WHAT THIS TASK INVOLVES >> Scan the material below for the string "modes". Report every line that has it.

BEGIN DATA RECORDS

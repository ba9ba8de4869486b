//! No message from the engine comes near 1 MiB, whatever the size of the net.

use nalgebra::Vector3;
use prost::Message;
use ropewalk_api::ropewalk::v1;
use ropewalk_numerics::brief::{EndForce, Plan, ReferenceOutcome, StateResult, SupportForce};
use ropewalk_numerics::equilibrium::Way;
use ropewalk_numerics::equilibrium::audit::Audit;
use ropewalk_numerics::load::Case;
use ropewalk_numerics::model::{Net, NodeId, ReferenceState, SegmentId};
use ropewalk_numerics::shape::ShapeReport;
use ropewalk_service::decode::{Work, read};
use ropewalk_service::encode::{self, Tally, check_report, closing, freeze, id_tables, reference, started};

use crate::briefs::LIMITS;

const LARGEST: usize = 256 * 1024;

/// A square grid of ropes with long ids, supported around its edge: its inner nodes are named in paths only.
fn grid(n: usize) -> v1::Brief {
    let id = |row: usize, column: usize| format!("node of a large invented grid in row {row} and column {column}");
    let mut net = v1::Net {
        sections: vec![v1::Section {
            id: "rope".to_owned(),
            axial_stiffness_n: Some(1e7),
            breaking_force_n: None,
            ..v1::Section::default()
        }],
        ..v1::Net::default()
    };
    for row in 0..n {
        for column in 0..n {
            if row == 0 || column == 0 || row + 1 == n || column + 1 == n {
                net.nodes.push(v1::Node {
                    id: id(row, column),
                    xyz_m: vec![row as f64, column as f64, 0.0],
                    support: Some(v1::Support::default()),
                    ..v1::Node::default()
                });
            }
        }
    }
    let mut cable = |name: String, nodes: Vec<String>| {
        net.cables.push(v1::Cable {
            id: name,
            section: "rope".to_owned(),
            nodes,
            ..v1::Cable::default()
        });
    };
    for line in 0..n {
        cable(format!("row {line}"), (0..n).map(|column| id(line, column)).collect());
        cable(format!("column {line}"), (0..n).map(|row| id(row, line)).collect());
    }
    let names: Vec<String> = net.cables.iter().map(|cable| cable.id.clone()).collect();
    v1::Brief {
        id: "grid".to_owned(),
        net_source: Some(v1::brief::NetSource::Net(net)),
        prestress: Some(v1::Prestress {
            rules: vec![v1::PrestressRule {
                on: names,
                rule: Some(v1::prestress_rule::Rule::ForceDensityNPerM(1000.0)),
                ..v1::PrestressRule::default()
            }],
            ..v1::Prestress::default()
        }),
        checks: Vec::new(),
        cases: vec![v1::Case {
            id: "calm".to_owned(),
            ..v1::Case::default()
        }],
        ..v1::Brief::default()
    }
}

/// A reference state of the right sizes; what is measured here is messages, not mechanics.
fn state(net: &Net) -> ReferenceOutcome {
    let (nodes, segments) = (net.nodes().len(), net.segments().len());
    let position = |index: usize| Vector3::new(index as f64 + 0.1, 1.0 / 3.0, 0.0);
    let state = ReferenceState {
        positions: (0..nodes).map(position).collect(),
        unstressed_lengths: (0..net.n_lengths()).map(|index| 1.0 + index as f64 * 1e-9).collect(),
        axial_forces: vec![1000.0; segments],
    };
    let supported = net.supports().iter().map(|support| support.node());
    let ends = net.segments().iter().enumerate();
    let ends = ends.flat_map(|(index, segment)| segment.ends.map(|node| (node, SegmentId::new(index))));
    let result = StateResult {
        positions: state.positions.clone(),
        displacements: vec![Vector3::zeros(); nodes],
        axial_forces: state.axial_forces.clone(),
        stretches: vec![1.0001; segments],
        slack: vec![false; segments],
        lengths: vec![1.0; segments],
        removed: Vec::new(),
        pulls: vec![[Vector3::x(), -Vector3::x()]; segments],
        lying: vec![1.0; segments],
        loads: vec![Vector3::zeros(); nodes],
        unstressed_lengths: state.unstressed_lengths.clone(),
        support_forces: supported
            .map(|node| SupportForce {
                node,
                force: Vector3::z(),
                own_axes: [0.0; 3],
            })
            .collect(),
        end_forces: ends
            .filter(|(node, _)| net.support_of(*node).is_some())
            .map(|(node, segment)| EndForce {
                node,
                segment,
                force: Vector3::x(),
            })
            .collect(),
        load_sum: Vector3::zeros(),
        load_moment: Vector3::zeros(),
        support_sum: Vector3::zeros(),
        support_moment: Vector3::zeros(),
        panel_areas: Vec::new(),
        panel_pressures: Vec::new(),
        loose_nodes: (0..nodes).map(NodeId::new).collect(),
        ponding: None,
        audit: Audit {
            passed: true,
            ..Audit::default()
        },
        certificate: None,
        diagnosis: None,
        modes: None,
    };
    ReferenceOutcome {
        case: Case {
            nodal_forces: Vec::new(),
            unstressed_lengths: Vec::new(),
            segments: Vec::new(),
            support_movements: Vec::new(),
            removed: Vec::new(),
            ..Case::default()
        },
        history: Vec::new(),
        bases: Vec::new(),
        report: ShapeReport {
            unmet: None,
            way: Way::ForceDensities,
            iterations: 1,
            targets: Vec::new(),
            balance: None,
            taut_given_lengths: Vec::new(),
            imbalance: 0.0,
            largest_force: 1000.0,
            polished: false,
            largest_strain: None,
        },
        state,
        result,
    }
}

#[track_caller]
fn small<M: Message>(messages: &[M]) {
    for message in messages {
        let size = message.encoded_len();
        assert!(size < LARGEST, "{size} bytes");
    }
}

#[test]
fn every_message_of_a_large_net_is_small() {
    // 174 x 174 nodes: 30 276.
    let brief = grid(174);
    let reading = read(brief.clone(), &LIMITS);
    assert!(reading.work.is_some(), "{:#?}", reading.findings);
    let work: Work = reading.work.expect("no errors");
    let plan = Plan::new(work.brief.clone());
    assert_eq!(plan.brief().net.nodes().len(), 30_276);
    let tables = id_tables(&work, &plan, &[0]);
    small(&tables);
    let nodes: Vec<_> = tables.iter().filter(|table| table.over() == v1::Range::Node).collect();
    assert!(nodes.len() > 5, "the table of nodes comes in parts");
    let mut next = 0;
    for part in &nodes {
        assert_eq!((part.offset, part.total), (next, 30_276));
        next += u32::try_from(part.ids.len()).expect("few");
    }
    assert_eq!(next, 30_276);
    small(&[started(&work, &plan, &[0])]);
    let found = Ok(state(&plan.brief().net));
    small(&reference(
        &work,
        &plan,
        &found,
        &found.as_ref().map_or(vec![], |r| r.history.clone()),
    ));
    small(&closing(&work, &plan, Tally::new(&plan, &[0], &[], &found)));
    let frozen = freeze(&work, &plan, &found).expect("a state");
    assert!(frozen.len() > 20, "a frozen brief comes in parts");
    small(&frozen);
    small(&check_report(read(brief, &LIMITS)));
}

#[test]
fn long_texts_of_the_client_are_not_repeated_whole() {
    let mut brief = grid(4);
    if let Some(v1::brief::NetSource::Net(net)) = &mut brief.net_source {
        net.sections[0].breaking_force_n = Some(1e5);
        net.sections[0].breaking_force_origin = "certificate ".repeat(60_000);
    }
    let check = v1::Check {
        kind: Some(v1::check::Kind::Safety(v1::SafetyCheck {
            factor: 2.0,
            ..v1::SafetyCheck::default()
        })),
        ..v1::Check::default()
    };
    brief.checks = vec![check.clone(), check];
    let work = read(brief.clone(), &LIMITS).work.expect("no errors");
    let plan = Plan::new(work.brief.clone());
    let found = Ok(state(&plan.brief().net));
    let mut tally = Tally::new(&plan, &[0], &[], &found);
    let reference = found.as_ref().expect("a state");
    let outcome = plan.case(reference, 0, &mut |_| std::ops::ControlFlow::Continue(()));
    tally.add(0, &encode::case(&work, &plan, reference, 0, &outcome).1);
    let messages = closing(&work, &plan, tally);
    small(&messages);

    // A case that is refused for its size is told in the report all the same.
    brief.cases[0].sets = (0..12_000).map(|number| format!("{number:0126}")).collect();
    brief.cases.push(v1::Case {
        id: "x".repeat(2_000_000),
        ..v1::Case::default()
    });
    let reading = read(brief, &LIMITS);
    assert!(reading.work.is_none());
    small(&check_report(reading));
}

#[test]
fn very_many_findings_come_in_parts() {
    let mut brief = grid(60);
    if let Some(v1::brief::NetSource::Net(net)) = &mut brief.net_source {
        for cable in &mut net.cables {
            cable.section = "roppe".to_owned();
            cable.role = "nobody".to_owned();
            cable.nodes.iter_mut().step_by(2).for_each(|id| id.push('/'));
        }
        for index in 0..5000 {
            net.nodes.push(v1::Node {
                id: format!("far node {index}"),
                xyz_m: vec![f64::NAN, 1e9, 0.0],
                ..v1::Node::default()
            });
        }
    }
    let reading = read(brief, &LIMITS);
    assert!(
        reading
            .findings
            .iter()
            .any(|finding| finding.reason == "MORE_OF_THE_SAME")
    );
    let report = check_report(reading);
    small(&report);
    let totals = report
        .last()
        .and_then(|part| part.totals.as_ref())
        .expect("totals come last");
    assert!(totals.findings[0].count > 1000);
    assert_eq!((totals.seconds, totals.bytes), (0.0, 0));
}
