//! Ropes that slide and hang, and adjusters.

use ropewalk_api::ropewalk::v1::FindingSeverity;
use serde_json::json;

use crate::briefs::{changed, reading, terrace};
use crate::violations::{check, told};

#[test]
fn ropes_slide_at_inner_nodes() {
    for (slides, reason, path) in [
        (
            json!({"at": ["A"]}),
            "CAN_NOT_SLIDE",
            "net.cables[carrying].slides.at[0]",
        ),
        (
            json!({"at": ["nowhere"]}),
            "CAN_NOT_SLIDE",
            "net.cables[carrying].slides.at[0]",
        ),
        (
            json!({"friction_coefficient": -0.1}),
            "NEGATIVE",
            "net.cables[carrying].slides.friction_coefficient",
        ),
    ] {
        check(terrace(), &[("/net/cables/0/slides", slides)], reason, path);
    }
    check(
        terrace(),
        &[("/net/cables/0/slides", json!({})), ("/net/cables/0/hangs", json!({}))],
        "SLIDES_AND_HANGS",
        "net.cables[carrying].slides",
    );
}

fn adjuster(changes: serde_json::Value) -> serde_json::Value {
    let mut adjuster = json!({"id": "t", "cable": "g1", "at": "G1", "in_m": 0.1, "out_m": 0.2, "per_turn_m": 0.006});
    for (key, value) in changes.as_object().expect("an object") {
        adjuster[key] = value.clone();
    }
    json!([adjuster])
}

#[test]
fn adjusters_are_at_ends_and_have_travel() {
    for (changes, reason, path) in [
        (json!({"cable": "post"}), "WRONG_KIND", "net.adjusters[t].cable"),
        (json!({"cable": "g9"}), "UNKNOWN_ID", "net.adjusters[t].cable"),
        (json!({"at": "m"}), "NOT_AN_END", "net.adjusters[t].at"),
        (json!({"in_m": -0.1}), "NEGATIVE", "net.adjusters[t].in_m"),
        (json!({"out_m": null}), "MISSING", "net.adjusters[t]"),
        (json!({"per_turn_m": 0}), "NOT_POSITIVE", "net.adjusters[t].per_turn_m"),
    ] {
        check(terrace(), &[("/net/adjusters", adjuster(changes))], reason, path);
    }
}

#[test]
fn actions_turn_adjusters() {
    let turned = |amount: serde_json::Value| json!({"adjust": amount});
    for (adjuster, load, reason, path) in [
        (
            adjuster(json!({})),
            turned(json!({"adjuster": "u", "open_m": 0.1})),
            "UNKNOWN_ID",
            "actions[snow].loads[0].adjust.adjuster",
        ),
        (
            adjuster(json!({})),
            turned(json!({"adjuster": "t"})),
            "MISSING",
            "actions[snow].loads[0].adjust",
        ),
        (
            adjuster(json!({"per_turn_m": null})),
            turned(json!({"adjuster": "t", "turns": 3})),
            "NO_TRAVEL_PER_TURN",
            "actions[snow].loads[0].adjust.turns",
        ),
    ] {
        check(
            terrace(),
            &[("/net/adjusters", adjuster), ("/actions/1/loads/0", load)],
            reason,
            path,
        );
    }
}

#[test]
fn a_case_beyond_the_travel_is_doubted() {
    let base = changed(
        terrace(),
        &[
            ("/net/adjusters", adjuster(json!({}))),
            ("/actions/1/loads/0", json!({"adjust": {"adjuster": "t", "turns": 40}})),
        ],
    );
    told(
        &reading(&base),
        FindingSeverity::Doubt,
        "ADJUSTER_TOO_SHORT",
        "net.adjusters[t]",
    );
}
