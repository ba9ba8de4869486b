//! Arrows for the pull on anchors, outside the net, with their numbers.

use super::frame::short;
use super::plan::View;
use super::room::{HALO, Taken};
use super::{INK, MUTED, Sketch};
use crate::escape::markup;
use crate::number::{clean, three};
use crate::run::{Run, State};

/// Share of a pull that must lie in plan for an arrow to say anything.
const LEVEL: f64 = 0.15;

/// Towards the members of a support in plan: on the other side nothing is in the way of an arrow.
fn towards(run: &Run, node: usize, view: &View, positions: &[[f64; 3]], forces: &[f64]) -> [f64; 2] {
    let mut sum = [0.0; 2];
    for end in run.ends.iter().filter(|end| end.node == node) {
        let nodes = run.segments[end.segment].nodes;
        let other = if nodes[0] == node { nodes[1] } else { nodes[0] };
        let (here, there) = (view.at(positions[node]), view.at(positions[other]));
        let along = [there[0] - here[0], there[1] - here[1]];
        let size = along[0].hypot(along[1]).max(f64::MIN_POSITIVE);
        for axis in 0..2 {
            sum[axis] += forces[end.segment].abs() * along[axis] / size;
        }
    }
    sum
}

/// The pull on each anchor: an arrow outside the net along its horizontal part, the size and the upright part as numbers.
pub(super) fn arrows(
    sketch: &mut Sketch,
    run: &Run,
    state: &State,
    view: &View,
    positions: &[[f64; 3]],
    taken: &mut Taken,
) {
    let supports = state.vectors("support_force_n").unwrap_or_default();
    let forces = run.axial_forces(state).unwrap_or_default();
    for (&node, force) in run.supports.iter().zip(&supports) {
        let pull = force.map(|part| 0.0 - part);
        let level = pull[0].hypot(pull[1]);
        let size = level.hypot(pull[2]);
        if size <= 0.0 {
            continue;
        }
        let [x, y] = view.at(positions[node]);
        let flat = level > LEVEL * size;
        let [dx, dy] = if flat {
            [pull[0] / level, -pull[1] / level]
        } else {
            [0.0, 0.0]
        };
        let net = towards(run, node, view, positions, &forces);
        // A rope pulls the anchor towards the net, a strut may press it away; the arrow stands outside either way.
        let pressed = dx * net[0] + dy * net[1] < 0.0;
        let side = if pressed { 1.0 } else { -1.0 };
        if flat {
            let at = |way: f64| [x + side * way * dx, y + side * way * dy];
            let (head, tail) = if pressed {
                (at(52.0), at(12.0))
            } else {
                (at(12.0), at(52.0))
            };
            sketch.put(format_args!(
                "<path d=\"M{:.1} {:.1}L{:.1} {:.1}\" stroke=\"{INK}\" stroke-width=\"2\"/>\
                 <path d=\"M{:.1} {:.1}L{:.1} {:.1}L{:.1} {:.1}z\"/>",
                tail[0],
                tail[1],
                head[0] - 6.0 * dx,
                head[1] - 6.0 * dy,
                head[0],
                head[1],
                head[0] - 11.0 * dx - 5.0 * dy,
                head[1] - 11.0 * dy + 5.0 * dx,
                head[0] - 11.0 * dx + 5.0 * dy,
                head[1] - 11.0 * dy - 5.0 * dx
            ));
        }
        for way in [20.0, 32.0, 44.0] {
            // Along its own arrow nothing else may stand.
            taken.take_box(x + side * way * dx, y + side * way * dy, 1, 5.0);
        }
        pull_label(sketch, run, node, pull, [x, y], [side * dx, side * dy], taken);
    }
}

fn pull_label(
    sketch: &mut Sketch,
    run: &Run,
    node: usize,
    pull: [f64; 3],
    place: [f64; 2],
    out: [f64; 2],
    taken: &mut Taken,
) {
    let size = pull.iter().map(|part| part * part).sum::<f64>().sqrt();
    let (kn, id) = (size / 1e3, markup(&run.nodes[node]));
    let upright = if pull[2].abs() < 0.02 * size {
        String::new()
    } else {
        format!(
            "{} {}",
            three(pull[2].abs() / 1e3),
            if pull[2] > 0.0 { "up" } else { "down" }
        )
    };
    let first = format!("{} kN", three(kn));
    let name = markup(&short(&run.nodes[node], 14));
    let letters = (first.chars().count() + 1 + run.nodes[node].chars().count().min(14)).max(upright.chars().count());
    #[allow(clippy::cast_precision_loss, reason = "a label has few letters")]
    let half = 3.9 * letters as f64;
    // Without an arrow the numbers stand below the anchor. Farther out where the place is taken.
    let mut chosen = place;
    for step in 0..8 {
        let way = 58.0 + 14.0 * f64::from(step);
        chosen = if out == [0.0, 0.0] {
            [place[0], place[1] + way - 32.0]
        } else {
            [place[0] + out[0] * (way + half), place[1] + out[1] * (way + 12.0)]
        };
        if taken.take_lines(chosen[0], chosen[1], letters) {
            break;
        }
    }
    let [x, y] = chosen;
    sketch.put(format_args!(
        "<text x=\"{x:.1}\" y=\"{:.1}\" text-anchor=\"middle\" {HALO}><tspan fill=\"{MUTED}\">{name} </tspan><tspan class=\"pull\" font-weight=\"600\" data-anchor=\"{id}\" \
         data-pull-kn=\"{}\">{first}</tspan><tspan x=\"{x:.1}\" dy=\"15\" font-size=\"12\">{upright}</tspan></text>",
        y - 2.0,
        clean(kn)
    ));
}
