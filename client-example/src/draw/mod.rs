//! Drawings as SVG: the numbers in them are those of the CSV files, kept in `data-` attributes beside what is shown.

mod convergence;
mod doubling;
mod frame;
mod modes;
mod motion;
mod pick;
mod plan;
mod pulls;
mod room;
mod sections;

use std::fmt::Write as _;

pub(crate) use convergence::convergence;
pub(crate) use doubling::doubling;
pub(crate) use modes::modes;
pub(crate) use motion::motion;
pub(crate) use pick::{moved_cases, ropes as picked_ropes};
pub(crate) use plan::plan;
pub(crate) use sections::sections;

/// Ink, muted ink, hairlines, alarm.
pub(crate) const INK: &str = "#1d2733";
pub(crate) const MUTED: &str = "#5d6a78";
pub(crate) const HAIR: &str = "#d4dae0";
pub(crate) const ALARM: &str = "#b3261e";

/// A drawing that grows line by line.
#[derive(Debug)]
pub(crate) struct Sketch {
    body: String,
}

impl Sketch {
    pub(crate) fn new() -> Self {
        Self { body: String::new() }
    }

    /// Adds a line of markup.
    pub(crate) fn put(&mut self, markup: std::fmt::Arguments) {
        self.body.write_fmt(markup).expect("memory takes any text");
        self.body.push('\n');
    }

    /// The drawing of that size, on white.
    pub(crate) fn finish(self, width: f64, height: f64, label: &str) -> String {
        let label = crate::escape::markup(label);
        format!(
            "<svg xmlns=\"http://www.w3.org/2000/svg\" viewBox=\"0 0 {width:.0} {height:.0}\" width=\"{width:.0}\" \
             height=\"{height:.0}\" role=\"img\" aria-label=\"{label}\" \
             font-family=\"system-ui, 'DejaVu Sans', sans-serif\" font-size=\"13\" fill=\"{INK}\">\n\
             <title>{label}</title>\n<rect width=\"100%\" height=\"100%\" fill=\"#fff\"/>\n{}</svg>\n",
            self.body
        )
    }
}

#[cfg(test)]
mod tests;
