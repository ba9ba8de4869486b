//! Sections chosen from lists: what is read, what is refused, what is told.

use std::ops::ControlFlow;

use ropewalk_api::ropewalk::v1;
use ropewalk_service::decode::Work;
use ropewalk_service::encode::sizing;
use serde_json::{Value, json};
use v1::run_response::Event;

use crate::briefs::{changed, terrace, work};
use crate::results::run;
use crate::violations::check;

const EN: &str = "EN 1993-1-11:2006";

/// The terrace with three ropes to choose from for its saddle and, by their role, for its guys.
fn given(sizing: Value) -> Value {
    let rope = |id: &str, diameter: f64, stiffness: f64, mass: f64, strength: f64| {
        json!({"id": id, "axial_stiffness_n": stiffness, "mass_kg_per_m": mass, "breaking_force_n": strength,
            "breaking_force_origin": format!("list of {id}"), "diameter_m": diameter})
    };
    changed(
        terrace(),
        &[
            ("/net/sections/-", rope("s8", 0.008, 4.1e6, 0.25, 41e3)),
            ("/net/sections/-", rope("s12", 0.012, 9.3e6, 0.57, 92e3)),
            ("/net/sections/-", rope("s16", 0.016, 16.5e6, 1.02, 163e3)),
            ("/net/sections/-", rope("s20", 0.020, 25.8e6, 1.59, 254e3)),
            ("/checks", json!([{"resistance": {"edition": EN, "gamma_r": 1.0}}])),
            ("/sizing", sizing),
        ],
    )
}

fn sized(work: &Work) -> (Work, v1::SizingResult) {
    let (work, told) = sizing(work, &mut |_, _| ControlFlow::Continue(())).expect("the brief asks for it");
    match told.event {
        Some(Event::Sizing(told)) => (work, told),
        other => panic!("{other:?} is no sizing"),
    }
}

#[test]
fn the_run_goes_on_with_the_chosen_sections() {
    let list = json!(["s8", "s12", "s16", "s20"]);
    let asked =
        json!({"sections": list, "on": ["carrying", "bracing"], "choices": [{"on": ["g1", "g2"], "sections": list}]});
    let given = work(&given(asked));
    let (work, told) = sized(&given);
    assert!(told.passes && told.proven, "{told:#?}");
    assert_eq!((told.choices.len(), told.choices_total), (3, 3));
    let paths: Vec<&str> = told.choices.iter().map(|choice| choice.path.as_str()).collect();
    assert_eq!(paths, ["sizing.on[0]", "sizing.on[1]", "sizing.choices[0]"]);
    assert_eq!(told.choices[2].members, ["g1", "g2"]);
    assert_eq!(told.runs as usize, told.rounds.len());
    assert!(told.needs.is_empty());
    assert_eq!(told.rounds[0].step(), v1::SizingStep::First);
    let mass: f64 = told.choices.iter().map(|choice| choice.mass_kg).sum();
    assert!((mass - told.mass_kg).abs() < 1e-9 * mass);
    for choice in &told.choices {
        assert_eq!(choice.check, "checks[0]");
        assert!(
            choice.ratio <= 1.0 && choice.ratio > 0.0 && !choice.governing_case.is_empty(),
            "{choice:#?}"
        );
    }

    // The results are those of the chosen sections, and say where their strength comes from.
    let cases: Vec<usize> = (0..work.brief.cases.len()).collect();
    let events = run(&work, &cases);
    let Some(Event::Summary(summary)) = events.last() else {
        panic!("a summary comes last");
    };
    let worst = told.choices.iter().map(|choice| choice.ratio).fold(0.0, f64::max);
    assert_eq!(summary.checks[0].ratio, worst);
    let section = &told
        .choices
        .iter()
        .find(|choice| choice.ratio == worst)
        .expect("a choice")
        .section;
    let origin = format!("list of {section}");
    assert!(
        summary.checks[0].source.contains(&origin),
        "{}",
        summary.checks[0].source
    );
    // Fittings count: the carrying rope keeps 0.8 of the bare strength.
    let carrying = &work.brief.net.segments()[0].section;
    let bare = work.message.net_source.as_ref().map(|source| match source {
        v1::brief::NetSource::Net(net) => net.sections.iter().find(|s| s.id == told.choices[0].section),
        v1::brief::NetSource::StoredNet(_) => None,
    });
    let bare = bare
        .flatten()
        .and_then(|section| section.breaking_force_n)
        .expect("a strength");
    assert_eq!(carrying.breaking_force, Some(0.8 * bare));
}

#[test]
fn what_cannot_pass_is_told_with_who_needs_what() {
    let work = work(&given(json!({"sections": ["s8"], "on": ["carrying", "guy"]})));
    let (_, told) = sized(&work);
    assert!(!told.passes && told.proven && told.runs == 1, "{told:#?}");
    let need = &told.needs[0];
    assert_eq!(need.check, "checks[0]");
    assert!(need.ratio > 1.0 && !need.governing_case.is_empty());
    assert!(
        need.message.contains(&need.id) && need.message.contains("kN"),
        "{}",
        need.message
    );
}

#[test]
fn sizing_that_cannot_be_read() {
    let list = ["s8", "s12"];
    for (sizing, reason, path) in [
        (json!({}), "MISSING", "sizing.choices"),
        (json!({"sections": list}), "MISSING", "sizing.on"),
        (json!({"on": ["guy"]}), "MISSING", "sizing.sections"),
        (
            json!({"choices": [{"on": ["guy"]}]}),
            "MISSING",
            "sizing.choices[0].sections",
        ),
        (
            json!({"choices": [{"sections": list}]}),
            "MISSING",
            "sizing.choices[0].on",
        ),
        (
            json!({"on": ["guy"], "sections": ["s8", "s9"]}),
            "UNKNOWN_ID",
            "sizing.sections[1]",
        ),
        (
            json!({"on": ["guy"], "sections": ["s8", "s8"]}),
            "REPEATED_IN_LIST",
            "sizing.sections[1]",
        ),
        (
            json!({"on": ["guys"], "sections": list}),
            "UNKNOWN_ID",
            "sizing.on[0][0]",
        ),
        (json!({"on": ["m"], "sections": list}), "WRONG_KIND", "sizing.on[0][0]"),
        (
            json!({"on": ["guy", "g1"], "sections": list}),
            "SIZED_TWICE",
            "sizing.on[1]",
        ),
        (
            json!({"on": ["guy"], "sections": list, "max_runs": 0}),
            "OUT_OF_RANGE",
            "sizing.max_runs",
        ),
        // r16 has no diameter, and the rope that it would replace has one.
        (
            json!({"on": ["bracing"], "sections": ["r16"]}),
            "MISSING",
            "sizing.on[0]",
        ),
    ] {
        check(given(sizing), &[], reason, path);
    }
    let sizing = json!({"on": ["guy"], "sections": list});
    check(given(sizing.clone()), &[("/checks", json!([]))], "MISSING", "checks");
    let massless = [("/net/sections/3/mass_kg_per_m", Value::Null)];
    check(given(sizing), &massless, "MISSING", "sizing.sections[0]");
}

END DATA RECORDS

THE COMPLETED TASK >>
        modes: None,
mod modes;
pub(crate) use modes::modes;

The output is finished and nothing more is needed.